Keywords: Aorto-right atrial tunnel, Transcatheter closure, Transoesophageal echocardiography, Multidetector computed tomography angiography, Endocarditis, Coronary vessel anomalie
Learning points
Aorta-right atrial tunnel (ARAT) is a rare congenital anomaly that may have serious complications.
The ARAT cases described in the literature were managed predominantly with surgical treatment.
In our case, the combination of different imaging modalities (transoesophageal echocardiography, Three-dimensional multidetector computed tomography angiography, aortography, and coronary angiography) provided useful anatomical and functional information of the rare anomaly and played a key role in planning a successful interventional procedure.
Introduction
Aorta-right atrial tunnel (ARAT), firstly described in 1980 by Coto et al.,1 is a rare congenital anomaly consisting of an extracardiac tunnel-like vascular communication arising from any one of the aortic sinuses and emptying into the right atrium (RA).2–8
The aetiology and exact incidence of the condition are unknown. This anomaly can be associated with coronary artery anomalies. Clinical presentation ranges from asymptomatic precordial murmur to congenital heart failure.9 We report a case of an asymptomatic ARAT complicated by infective endocarditis (IE), diagnosed with non-invasive multimodality imaging, and successfully treated with a catheter-based approach.
Timeline
| Day 1 | Patient admitted for a month-long fever, weight loss, mild cough, and dyspnoea; auscultatory findings confirmed the presence of a continuous murmur. |
| Day 2 | Patient found to be septic, blood cultures positive for a multi-sensitive Streptococcus mitis strain, antibiotic therapy with ceftriaxone started. |
| Day 3 | A chest computed tomography scan highlighted multiple pseudo-nodular cavitations, bilateral pneumonia, hilar adenopathy, and pronounced right atrial profile. |
| Day 4 | Transoesophageal echocardiography colour Doppler showed right atrial dilation and bacterial vegetations inside a tunnel-like structure originating from the right coronary sinus and connected to the right atrium. |
| Day 30 | Patient was treated for a total of 28 days with ceftriaxone with normalization of inflammatory markers and a consensual lung lesions improvement. |
| Two months after discharge | Patient transferred to University hospital. Three-dimensional multidetector computed tomography angiography confirmed the presence of an aorta-right atrial tunnel (ARAT) and better defined its anatomy. After heart team discussion, catheter-based closure was decided. |
| Three months after procedure | Transoesophageal echocardiography colour Doppler showed correct device position with mild left-to-right shunt. |
| Six months after the procedure | Three-dimensional multidetector computed tomography angiography with volume rendering three-dimensional reconstruction showed correct position of the occlusion device and curved multiplanar reconstructions demonstrated the almost complete occlusion of the ARAT. |
Case presentation
A 23-year-old man was admitted for a month-long fever, weight loss, mild cough, and dyspnoea. Past medical history was unremarkable except for a continuous murmur heard since childhood.

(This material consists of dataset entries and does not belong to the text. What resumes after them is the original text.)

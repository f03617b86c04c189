//! A small application over the journal, and what must hold after every restart.
//!
//! Every entry carries a number of its own, so that a lost and an invented one can be told apart.
//! The state is a hash over all entries; so a restored state shows whether checkpoint and entries
//! fit together without gap or overlap.

use embedded_storage::nor_flash::NorFlash;
use std::fs;
use std::path::Path;
use strake::sim::nor::{Cut, Nor, NorError};
use strake_core::alarm::FaultCause;
use strake_core::journal::entry::ResetCause;
use strake_core::journal::{Entry, Item, Sample, SectorReader};
use strake_core::signal::{Channel, Quality};
use strake_firmware::journal::{Journal, JournalError, Recovery, Restore, Snapshot};

/// A flash whose power can be cut.
pub(crate) trait Medium: NorFlash<Error = NorError> + Clone {
    fn cut_after(&mut self, cut: Option<Cut>);
    fn power_on(&mut self);
    fn seed(&mut self, seed: u64);
    /// Steps done so far, as a cut counts them.
    fn steps(&self) -> u64;
    fn torn_words(&self) -> u64;
    fn half_erased(&self) -> u64;
}

impl<const WORD: usize> Medium for Nor<WORD> {
    fn cut_after(&mut self, cut: Option<Cut>) {
        Nor::cut_after(self, cut);
    }
    fn power_on(&mut self) {
        Nor::power_on(self);
    }
    fn seed(&mut self, seed: u64) {
        Nor::seed(self, seed);
    }
    fn steps(&self) -> u64 {
        self.counters().programmed_words + self.counters().erases
    }
    fn torn_words(&self) -> u64 {
        self.counters().torn_words
    }
    fn half_erased(&self) -> u64 {
        self.counters().half_erased
    }
}

/// A flash around another one, which it forwards to.
pub(crate) trait Around: NorFlash<Error = NorError> + Clone {
    fn inner(&self) -> &Nor<4>;
    fn inner_mut(&mut self) -> &mut Nor<4>;
    /// What the device around it loses with the power.
    fn forget(&mut self);
}

impl<F: Around> Medium for F {
    fn cut_after(&mut self, cut: Option<Cut>) {
        self.inner_mut().cut_after(cut);
    }
    fn power_on(&mut self) {
        self.forget();
        self.inner_mut().power_on();
    }
    fn seed(&mut self, seed: u64) {
        self.inner_mut().seed(seed);
    }
    fn steps(&self) -> u64 {
        self.inner().steps()
    }
    fn torn_words(&self) -> u64 {
        self.inner().torn_words()
    }
    fn half_erased(&self) -> u64 {
        self.inner().half_erased()
    }
}

/// State of the application: how many entries it took, and a hash over them.
#[derive(Clone, Copy, Debug, Default, PartialEq, Eq)]
pub(crate) struct State {
    pub(crate) count: u64,
    pub(crate) hash: u64,
}

impl State {
    /// FNV-1a by words (Fowler, Noll and Vo, draft-eastlake-fnv).
    fn apply(&mut self, entry: &Entry) {
        let words = [u64::from(entry.number()), entry.tick_ms(), number_of(entry).cast_unsigned()];
        self.count += 1;
        for word in words {
            self.hash = (self.hash ^ word).wrapping_mul(0x0000_0100_0000_01B3);
        }
    }
}

/// The number that each entry of the bench carries.
fn number_of(entry: &Entry) -> i64 {
    match entry {
        Entry::Sample(sample) => i64::from(sample.level.count_16),
        Entry::Fault { detail, .. } => i64::from(*detail),
        Entry::StartUp { boot, .. } => -i64::from(*boot),
        _ => 0,
    }
}

/// What the application does between two looks at the flash.
#[derive(Clone, Copy, Debug)]
pub(crate) enum Op {
    Push,
    Flush,
    Event,
    Housekeep,
}

pub(crate) const fn op(index: usize) -> Op {
    match index % 7 {
        2 => Op::Flush,
        4 => Op::Event,
        6 => Op::Housekeep,
        _ => Op::Push,
    }
}

#[derive(Clone, Debug, Default)]
pub(crate) struct App {
    pub(crate) state: State,
    boot: u16,
    tick_ms: u64,
    number: i32,
    state_len: usize,
}

impl App {
    /// A fresh one whose state has this many bytes.
    pub(crate) fn with_state(state_len: usize) -> Self {
        Self { state_len, ..Self::default() }
    }
}

impl Snapshot for App {
    fn plan_fingerprint(&self) -> u64 {
        0x1122_3344_5566_7788
    }
    fn boot(&self) -> u16 {
        self.boot
    }
    fn tick_ms(&self) -> u64 {
        self.tick_ms
    }
    fn utc_s(&self) -> Option<u64> {
        None
    }
    fn write_state(&mut self, out: &mut [u8]) -> usize {
        out[..8].copy_from_slice(&self.state.count.to_le_bytes());
        out[8..16].copy_from_slice(&self.state.hash.to_le_bytes());
        out[16..self.state_len].fill(0xA5);
        self.state_len
    }
}

/// Takes what the journal remembers.
#[derive(Debug, Default)]
pub(crate) struct Remembered {
    pub(crate) state: State,
    pub(crate) given: u64,
    /// The checkpoint is not one that the application wrote.
    pub(crate) wild: bool,
}

impl Restore for Remembered {
    fn checkpoint(&mut self, bytes: &[u8]) {
        assert_eq!(self.given, 0, "the checkpoint comes first");
        let word = |at: usize| u64::from_le_bytes(bytes[at..at + 8].try_into().unwrap());
        self.state = State { count: word(0), hash: word(8) };
        self.wild = bytes[16..].iter().any(|&byte| byte != 0xA5);
    }
    fn entry(&mut self, entry: &Entry) {
        self.given += 1;
        self.state.apply(entry);
    }
}

/// One entry handed to the journal.
#[derive(Clone, Copy, Debug)]
struct Logged {
    entry: Entry,
    durable: bool,
}

#[derive(Clone, Debug)]
pub(crate) struct Bench<F> {
    pub(crate) journal: Journal<F>,
    pub(crate) app: App,
    /// What was handed over and may still stand in the ring, oldest first.
    log: Vec<Logged>,
    /// State behind all that the ring has forgotten.
    forgotten: State,
}

type Outcome = Result<(), JournalError<NorError>>;

impl<F: Medium> Bench<F> {
    pub(crate) fn new(flash: F, state_len: usize) -> Self {
        let app = App { state_len, ..App::default() };
        let mut remembered = Remembered::default();
        let (journal, _) = Journal::open(flash, &mut remembered).unwrap();
        Self { journal, app, log: Vec::new(), forgotten: State::default() }
    }

    fn log(&mut self, entry: Entry) {
        self.log.push(Logged { entry, durable: false });
    }

    fn all_durable(&mut self) {
        for logged in self.log.iter_mut().rev().take_while(|logged| !logged.durable) {
            logged.durable = true;
        }
    }

    pub(crate) fn sample(&mut self) -> Outcome {
        let app = &mut self.app;
        app.number += 1;
        app.tick_ms += 10_000 + u64::from(app.number.unsigned_abs() % 3);
        let sample = Sample {
            tick_ms: app.tick_ms,
            level: Channel { count_16: app.number, quality: Quality::Good },
            temperature: Channel { count_16: app.number % 50, quality: Quality::Sparse },
            battery_mv: 3600 - u16::try_from(app.number % 11).unwrap(),
        };
        self.log(Entry::Sample(sample));
        self.journal.push(&sample, &mut self.app)?;
        self.app.state.apply(&Entry::Sample(sample));
        Ok(())
    }

    pub(crate) fn event(&mut self) -> Outcome {
        self.app.number += 1;
        let (tick_ms, detail) = (self.app.tick_ms, self.app.number);
        self.append(Entry::Fault { tick_ms, cause: FaultCause::Silent, count: 1, detail })
    }

    pub(crate) fn append(&mut self, entry: Entry) -> Outcome {
        self.log(entry);
        self.journal.append_event(&entry, &mut self.app)?;
        self.all_durable();
        self.app.state.apply(&entry);
        Ok(())
    }

    pub(crate) fn flush(&mut self) -> Outcome {
        self.journal.flush()?;
        self.all_durable();
        Ok(())
    }

    pub(crate) fn run(&mut self, op: Op) -> Outcome {
        match op {
            Op::Push => self.sample(),
            Op::Flush => self.flush(),
            Op::Event => self.event(),
            Op::Housekeep => self.journal.housekeeping(self.app.tick_ms).map(|_| ()),
        }
    }

    /// Power returns: opens the journal again, judges what it holds, and writes the start-up entry
    /// unless the power is to fail before. `Err` says what is wrong.
    pub(crate) fn restart(&mut self) -> Result<Recovery, String> {
        let mut flash = self.journal.flash().clone();
        flash.power_on();
        let mut remembered = Remembered::default();
        let (journal, recovery) =
            Journal::open(flash, &mut remembered).map_err(|error| format!("{error:?}"))?;
        self.journal = journal;
        self.judge()?;
        let mut expected = self.forgotten;
        self.log.iter().for_each(|logged| expected.apply(&logged.entry));
        if remembered.wild || remembered.state != expected {
            return Err(format!("restored {:?} instead of {expected:?}", remembered.state));
        }
        if u64::from(recovery.next_entry) != expected.count {
            return Err(format!("next entry {} of {}", recovery.next_entry, expected.count));
        }
        self.app.state = expected;
        self.app.boot += 1;
        self.app.tick_ms = 0;
        Ok(recovery)
    }

    pub(crate) fn start_up(&mut self) -> Outcome {
        let boot = self.app.boot;
        self.append(Entry::StartUp {
            tick_ms: 0,
            boot,
            cause: ResetCause::PowerOn,
            carried: 0,
            missing_ms_max: 60_000,
            count: 1,
        })
    }

    /// Compares what stands on the flash with what was handed over; what a cut took is struck off.
    fn judge(&mut self) -> Result<(), String> {
        let mut found = Vec::new();
        let Some(newest) = self.journal.newest_sequence() else {
            return self.settle(&[], 0);
        };
        let oldest = self.journal.oldest_sequence();
        let sectors = u32::try_from(self.journal.flash().capacity() / 4096).unwrap();
        if newest + 1 - oldest < (newest + 1).min(sectors - 2) {
            return Err(format!("only sectors {oldest} to {newest} are kept"));
        }
        let mut whole_from = 0;
        for sequence in oldest..=newest {
            let mut bytes = [0; 4096];
            self.journal.read_sector(sequence, 0, &mut bytes).unwrap();
            let reader = SectorReader::new(&bytes)
                .map_err(|error| format!("header of sector {sequence}: {error:?}"))?;
            for item in reader {
                match item {
                    Item::Entry(entry) => found.push(entry),
                    // A cut in the erase of the oldest sector destroys it.
                    Item::Damage(_) if sequence == oldest => whole_from = usize::MAX,
                    Item::State { .. } | Item::Damage(_) => {}
                }
            }
            if whole_from == usize::MAX && self.journal.flash().half_erased() > 0 {
                whole_from = found.len();
            }
        }
        self.settle(&found, if whole_from == usize::MAX { 0 } else { whole_from })
    }

    fn settle(&mut self, found: &[Entry], whole_from: usize) -> Result<(), String> {
        let mut rest = self.log.iter().enumerate();
        let mut places = Vec::new();
        for entry in found {
            match rest.find(|(_, logged)| logged.entry == *entry) {
                Some((place, _)) => places.push(place),
                None => return Err(format!("invented or misplaced: {entry:?}")),
            }
        }
        let oldest = places.first().copied().unwrap_or(0);
        let whole = places.get(whole_from).copied();
        let whole = whole.unwrap_or(if whole_from > 0 { self.log.len() } else { 0 });
        let mut kept = vec![false; self.log.len()];
        for place in places {
            kept[place] = true;
        }
        let lost = (whole..self.log.len()).find(|&at| self.log[at].durable && !kept[at]);
        if let Some(lost) = lost {
            return Err(format!("lost: {:?}", self.log[lost]));
        }
        let log = core::mem::take(&mut self.log);
        for (at, logged) in log.into_iter().enumerate() {
            if at < oldest {
                self.forgotten.apply(&logged.entry);
            } else if logged.durable || kept[at] {
                self.log.push(Logged { durable: true, ..logged });
            }
        }
        Ok(())
    }
}

/// Holds a table against the one kept under this name beside the tests.
pub(crate) fn held_as(name: &str, table: &str) {
    let path = Path::new(env!("CARGO_MANIFEST_DIR")).join("../tests/journal").join(name);
    if std::env::var_os("STRAKE_SNAPSHOTS").is_some() {
        fs::write(&path, table).unwrap();
    }
    let held = fs::read_to_string(&path).unwrap_or_default();
    assert_eq!(table, held, "run with STRAKE_SNAPSHOTS=write when the change is meant");
}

Electrocardiogram and chest X-ray were normal. Blood tests showed increased inflammatory markers and mild normocytic anaemia. Blood cultures were positive for a multi-sensitive Streptococcus mitis strain. Different serology tests, oropharyngeal swab culture, bronchoalveolar lavage culture for mycobacterium tuberculosis, and autoimmune screening test were negative.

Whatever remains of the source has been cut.